Source data
------------------------------------------------

func sameTargets(q protocol.Point, want scan.Point) bool {
	if len(q.Axes) != len(want.Axes) || len(q.Settings) != len(want.Settings) {
		return false
	}
	for i, t := range want.Axes {
		if q.Axes[i].Axis != string(t.Axis) || q.Axes[i].Target != t.Angle {
			return false
		}
	}
	for i, t := range want.Settings {
		if q.Settings[i].Name != string(t.Setting) || q.Settings[i].Target != t.Value {
			return false
		}
	}
	return true
}

func (p *planned) visited() bool {
	for p.cursor < len(p.visits) && p.done[p.visits[p.cursor]] {
		p.cursor++
	}
	return p.cursor >= len(p.visits)
}

// taken judges a reading against the plan.
func (j *judge) taken(where string, b *protocol.Reading) {
	p := j.planOf(b.Run)
	if !p.known {
		return
	}
	j.due(where, p, b)
	j.attempts(where, p, b)
	j.settings(where, b)
	j.sensors(where, b)
	if !b.Accepted {
		return
	}
	switch b.Kind {
	case protocol.Light:
		j.visit(where, p, b)
	case protocol.Reference:
		j.reference(where, p, b)
	case protocol.Dark, protocol.Background:
		p.began(b.Kind)
	}
	if b.Kind != protocol.Check {
		p.lastTaken = b.Sequence
	}
}

func (p *planned) began(kind protocol.ReadingKind) {
	s := p.series[kind]
	s.since, s.any, s.after = 0, true, true
}

func (j *judge) visit(where string, p *planned, b *protocol.Reading) {
	v := scan.Visit{Point: *b.Point, Visit: *b.Visit}
	if v.Point >= len(p.points) {
		j.say("%s is of point %d, and %d are decided", where, v.Point, len(p.points))
		return
	}
	if p.cut {
		j.say("%s is light, and what is left was left out before it", where)
	}
	if p.visited() {
		j.say("%s is of point %d visit %d, and all visits were made", where, v.Point, v.Visit)
	} else if want := p.visits[p.cursor]; v != want {
		j.say("%s is of point %d visit %d; the plan's order has point %d visit %d", where, v.Point, v.Visit, want.Point, want.Visit)
	}
	for _, kind := range []protocol.ReadingKind{protocol.Dark, protocol.Background, protocol.Reference} {
		c, wanted := p.cadence(kind)
		s := p.series[kind]
		switch {
		case !wanted:
		case c.AtStart && !s.any && len(p.done) == 0:
			j.say("%s is light, and no %s was taken at the start", where, kind)
		case c.EveryPoints > 0 && s.since >= c.EveryPoints:
			j.say("%s is the %dth visit without a %s; one is due every %d", where, s.since+1, kind, c.EveryPoints)
		}
	}
	p.made(v)
	q := p.points[v.Point]
	for _, t := range q.Axes {
		i := slices.IndexFunc(b.Angles, func(a protocol.Angle) bool { return a.Axis == t.Axis })
		if i < 0 || b.Angles[i].Target != t.Target {
			j.say("%s: %s was to go to %s deg", where, t.Axis, t.Target)
		}
	}
	for _, t := range q.Settings {
		i := slices.IndexFunc(b.Settings, func(s protocol.Setting) bool { return s.Name == t.Name })
		if i < 0 || b.Settings[i].Target != t.Target {
			j.say("%s: %s was to be %g %s", where, t.Name, t.Target, t.Unit)
		}
	}
}

func (p *planned) made(v scan.Visit) {
	if p.done[v] {
		return
	}
	p.done[v] = true
	for _, s := range p.series {
		s.since++
		s.after = false
	}
}

// attempted names what attempts are counted of: a visit, one place of a set of references, or the dark or
// background that is due. A set that was given up at its first place is begun under the same number again,
// and from the first attempt.
func attempted(task string, point, visit int) string {
	if task == "light" || task == "reference" {
		return fmt.Sprint(task, point, " ", visit)
	}
	return task
}

// attempts judges the numbers of attempts: one more than failed since somebody let the run go on or it was
// given up, and no more than the recipe allows.
func (j *judge) attempts(where string, p *planned, b *protocol.Reading) {
	if b.Kind == protocol.Check {
		return
	}
	key := string(b.Kind)
	switch b.Kind {
	case protocol.Light:
		key = attempted(key, *b.Point, *b.Visit)
	case protocol.Reference:
		key = attempted(key, b.Reference.Place, b.Reference.Set)
	}
	if most := p.plan.Trouble.Retries + 1; b.Attempt < 1 || b.Attempt > most {
		j.say("%s is attempt %d; the recipe allows %d", where, b.Attempt, most)
	}
	if failed := p.failed[key]; b.Attempt != failed+1 {
		j.say("%s is attempt %d, and %d failed before it", where, b.Attempt, failed)
	}
	if b.Accepted {
		delete(p.failed, key)
	}
}

// reference judges one reading of a set: place after place, in the plan's order, at the plan's angles.
func (j *judge) reference(where string, p *planned, b *protocol.Reading) {
	if p.plan.Reference == nil || b.Reference == nil {
		j.say("%s is a reference that the plan does not have", where)
		return
	}
	places := p.plan.Reference.Places
	switch of := b.Reference; {
	case of.Place == 0:
		if of.Set <= p.set {
			j.say("%s begins reference %d; %d was begun already", where, of.Set, p.set)
		}
		p.set, p.place = of.Set, 0
		p.first[of.Set] = b.Sequence
	case of.Set != p.set || of.Place != p.place+1:
		j.say("%s is place %d of reference %d; place %d of %d was due", where, of.Place, of.Set, p.place+1, p.set)
	}
	p.place = b.Reference.Place
	if p.place >= len(places) || b.Reference.Places != len(places) {
		j.say("%s is place %d of %d; the plan has %d places", where, p.place, b.Reference.Places, len(places))
		return
	}
	for _, t := range places[p.place].Axes {
		i := slices.IndexFunc(b.Angles, func(a protocol.Angle) bool { return a.Axis == string(t.Axis) })
		if i < 0 || b.Angles[i].Target != t.Angle {
			j.say("%s: %s was to go to %s deg", where, t.Axis, t.Angle)
		}
	}
	if p.place == len(places)-1 {
		p.last[p.set] = b.Sequence
		p.began(protocol.Reference)
	}
}

// settings judges what is written of settings against what was truly set, during all of the reading.
func (j *judge) settings(where string, b *protocol.Reading) {
	for _, s := range b.Settings {
		scale, ok := j.facts.Settings[s.Name]
		if !ok || !b.Accepted {
			continue
		}
		var value float64
		var told bool
		for _, v := range j.values[scale.Device] {
			switch {
			case !v.at.After(b.StartedAt.Time):
				value, told = v.value, true
			case v.at.Before(b.EndedAt.Time):
				j.say("%s: %s was set to %g while it was counted", where, s.Name, v.value)
			}
		}
		if !told {
			continue // it never was set since the world began
		}
		for what, written := range map[string]float64{"before": s.Before, "after": s.After, "target": s.Target} {
			if math.Abs(written*scale.Factor-value) > scale.Tolerance*scale.Factor+1e-9*math.Abs(value) {
				j.say("%s: %s truly was %g; written %s is %g %s", where, s.Name, value, what, written, s.Unit)
			}
		}
	}
}

// sensors judges what is written of sensors against what was answered around the reading.
func (j *judge) sensors(where string, b *protocol.Reading) {
	for _, s := range b.Sensors {
		scale, ok := j.facts.Sensors[s.Sensor]
		if !ok || s.Samples == 0 {
			continue
		}
		low, high := false, false
		for _, v := range j.values[scale.Device+" "+scale.Quantity] {
			if v.at.Before(b.StartedAt.Add(-time.Minute)) {
				continue
			}
			same := func(written float64) bool {
				return math.Abs(written*scale.Factor-v.value) <= 1e-6*math.Abs(v.value)
			}
			low, high = low || same(s.Minimum), high || same(s.Maximum)
		}
		if !low || !high || s.Mean < s.Minimum-1e-9*math.Abs(s.Minimum) || s.Mean > s.Maximum+1e-9*math.Abs(s.Maximum) {
			j.say("%s: %s is written as %g to %g %s, mean %g, which it did not answer", where, s.Sensor, s.Minimum, s.Maximum, s.Unit, s.Mean)
		}
	}
}

// valued is something that had a value from a moment on.
type valued struct {
	at    time.Time
	value float64
}

func (j *judge) value(r *instruments.Record) {
	key := r.Device
	switch r.Kind {
	case instruments.ValueSet:
		if !r.At.Equal(j.hindered) { // else it lost its power
			j.covered(r)
		}
	case instruments.SensorRead:
		key += " " + r.Text
	default:
		return
	}
	if j.values == nil {
		j.values = map[string][]valued{}
	}
	all := append(j.values[key], valued{r.At, r.Value})
	if len(all) > 4096 {
		all = append(all[:0], all[2048:]...)
	}
	j.values[key] = all
}

// covered judges that no detector sees light while a setting moves: nobody looks at it meanwhile.
func (j *judge) covered(r *instruments.Record) {
	for _, d := range j.facts.Detectors {
		if d.Protector != "" && j.guards[d.Protector] {
			j.say("%s is set to %g with the %s detector open", r.Device, r.Value, d.Name)
		}
	}
}

// follow takes in what an event says about the plan.
func (j *judge) follow(where string, ev *protocol.Event) {
	p := j.planOf(ev.Run)
	number := func(name string) int { n, _ := ev.Detail[name].(float64); return int(n) }
	switch ev.Kind {
	case protocol.SetAside:
		task, _ := ev.Detail["task"].(string)
		delete(p.failed, attempted(task, number("point"), number("visit")))
		switch task {
		case "light":
			p.made(scan.Visit{Point: number("point"), Visit: number("visit")})
		case "rest":
			p.cut = true
			left := 0
			for _, v := range p.visits {
				if !p.done[v] {
					left++
				}
			}
			if p.known && number("left_out") != left {
				j.say("%s: %d visits are said to be left out; %d are", where, number("left_out"), left)
			}
		default:
			if kind := protocol.ReadingKind(task); p.series[kind] != nil {
				p.began(kind)
			}
		}
	case protocol.WentOn, protocol.GuardMended:
		_, mended := ev.Detail["cause"]
		if _, warm := ev.Detail["warm_up"]; warm {
			j.steady(where, p)
		} else if !mended {
			clear(p.failed)
		}
	case protocol.TakenAgain, protocol.Held:
		task, _ := ev.Detail["task"].(string)
		if task == "" || ev.Kind == protocol.Held && !slices.Contains(ev.Causes, protocol.ByLight) {
			break
		}
		p.failed[attempted(task, number("point"), number("visit"))]++
	case protocol.Doubted:
		j.doubt(where, p, ev)
	}
	if _, bad := ev.Detail["reference"]; bad && (ev.Kind == protocol.Doubted || ev.Kind == protocol.Trouble) {
		p.bad[number("reference")] = true
	}
	if ev.Kind == protocol.HomedEvent || ev.Kind == protocol.Doubted {
		for _, a := range axesNamed(ev.Detail) {
			p.zeros[a] = ev.Sequence
		}
	}
	if ev.Kind == protocol.Ended && ev.State == protocol.Finished && p.known {
		j.complete(where, p)
	}
}

func axesNamed(detail map[string]any) (all []string) {
	axes, _ := detail["axes"].([]any)
	for _, a := range axes {
		if name, ok := a.(string); ok {
			all = append(all, name)
		}
	}
	return all
}

// doubt judges a doubted range: from the last good check to the finding.
func (j *judge) doubt(where string, p *planned, ev *protocol.Event) {
	number := func(name string) int64 { n, _ := ev.Detail[name].(float64); return int64(n) }
	from, to := number("from_sequence"), number("to_sequence")
	if from < 1 || to < from || to >= ev.Sequence {
		j.say("%s: readings %d to %d are doubted by entry %d", where, from, to, ev.Sequence)
	}
	if set, ok := ev.Detail["reference"].(float64); ok {
		good := 0
		for n := range p.last {
			if n < int(set) && !p.bad[n] {
				good = max(good, n)
			}
		}
		if wantFrom, wantTo := p.last[good]+1, p.first[int(set)]-1; from != wantFrom || to != wantTo {
			j.say("%s: reference %d doubts readings %d to %d; the last good one is %d, so want %d to %d", where, int(set), from, to, good, wantFrom, wantTo)
		}
		return
	}
	for _, a := range axesNamed(ev.Detail) {
		if want := p.zeros[a] + 1; from != want || to < p.lastTaken {
			j.say("%s: %s doubts readings %d to %d; it was last known by entry %d, and the last reading is %d", where, a, from, to, want-1, p.lastTaken)
		}
	}
}

// complete judges a run that says it is finished.
func (j *judge) complete(where string, p *planned) {
	if !p.visited() && !p.cut {
		v := p.visits[p.cursor]
		j.say("%s: finished, and point %d visit %d was neither made nor given up", where, v.Point, v.Visit)
	}
	if p.plan.Refine != nil && !p.refined && !p.cut {
		j.say("%s: finished, and refining had no end", where)
	}
	for kind, s := range p.series {
		if c, wanted := p.cadence(kind); wanted && c.AtEnd && !s.after {
			j.say("%s: finished without a closing %s", where, kind)
		}
	}
}

// doubtless says whether a reading stands: accepted, and doubted by nothing.
func (j *judge) doubtless(run protocol.RunID, sequence int64) bool {
	return !slices.ContainsFunc(j.doubted, func(s span) bool { return s.run == run && sequence >= s.from && sequence <= s.to })
}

------------------------------------------------

WHAT TO WORK ON — Pull every line containing "that" from the data.

OUTPUT OF THE EXERCISE —
// background that is due. A set that was given up at its first place is begun under the same number again,
		j.say("%s is a reference that the plan does not have", where)
// valued is something that had a value from a moment on.
// covered judges that no detector sees light while a setting moves: nobody looks at it meanwhile.
// complete judges a run that says it is finished.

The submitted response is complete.